Task to carry out:
Can you return the records below exactly as they stand, but only from the first line through the one with "expect(approxPower(9)).toBeLessThan(0.8);"?

Saved data entries:
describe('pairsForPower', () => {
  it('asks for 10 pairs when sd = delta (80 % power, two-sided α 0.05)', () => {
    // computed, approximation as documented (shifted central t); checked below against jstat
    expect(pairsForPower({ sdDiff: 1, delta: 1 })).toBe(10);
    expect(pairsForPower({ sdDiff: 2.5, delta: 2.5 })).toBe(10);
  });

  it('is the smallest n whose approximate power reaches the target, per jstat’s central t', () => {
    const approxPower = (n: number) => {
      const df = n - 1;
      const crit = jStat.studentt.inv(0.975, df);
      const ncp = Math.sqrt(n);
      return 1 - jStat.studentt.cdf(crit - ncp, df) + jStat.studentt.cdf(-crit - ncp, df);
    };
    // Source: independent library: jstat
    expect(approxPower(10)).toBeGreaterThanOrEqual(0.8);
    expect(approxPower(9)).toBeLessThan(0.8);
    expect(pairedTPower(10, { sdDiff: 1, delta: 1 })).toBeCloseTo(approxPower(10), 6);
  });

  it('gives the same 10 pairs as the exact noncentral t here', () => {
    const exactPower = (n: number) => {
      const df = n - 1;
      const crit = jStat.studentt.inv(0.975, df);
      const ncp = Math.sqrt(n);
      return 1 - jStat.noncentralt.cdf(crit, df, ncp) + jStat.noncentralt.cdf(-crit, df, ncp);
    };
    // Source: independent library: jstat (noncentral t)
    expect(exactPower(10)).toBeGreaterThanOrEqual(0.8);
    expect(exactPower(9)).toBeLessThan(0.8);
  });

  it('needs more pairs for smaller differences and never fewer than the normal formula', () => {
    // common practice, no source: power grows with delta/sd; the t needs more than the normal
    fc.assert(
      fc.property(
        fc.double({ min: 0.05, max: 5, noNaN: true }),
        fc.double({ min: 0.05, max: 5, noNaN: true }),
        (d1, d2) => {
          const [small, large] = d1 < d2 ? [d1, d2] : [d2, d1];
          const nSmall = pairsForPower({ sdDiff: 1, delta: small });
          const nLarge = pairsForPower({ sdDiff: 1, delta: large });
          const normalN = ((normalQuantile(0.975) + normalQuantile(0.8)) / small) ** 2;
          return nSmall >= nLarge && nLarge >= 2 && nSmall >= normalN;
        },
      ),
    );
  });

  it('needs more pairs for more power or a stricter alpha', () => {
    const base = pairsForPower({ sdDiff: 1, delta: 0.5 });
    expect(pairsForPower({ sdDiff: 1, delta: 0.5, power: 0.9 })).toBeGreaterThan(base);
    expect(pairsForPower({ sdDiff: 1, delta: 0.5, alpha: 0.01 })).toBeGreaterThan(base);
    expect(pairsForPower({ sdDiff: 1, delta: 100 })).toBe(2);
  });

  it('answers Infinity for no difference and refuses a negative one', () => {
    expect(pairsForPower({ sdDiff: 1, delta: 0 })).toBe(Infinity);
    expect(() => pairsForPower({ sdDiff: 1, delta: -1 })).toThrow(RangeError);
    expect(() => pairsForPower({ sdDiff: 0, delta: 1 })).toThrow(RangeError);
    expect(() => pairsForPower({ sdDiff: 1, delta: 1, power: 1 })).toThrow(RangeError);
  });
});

Exercise answer:
describe('pairsForPower', () => {
  it('asks for 10 pairs when sd = delta (80 % power, two-sided α 0.05)', () => {
    // computed, approximation as documented (shifted central t); checked below against jstat
    expect(pairsForPower({ sdDiff: 1, delta: 1 })).toBe(10);
    expect(pairsForPower({ sdDiff: 2.5, delta: 2.5 })).toBe(10);
  });

  it('is the smallest n whose approximate power reaches the target, per jstat’s central t', () => {
    const approxPower = (n: number) => {
      const df = n - 1;
      const crit = jStat.studentt.inv(0.975, df);
      const ncp = Math.sqrt(n);
      return 1 - jStat.studentt.cdf(crit - ncp, df) + jStat.studentt.cdf(-crit - ncp, df);
    };
    // Source: independent library: jstat
    expect(approxPower(10)).toBeGreaterThanOrEqual(0.8);
    expect(approxPower(9)).toBeLessThan(0.8);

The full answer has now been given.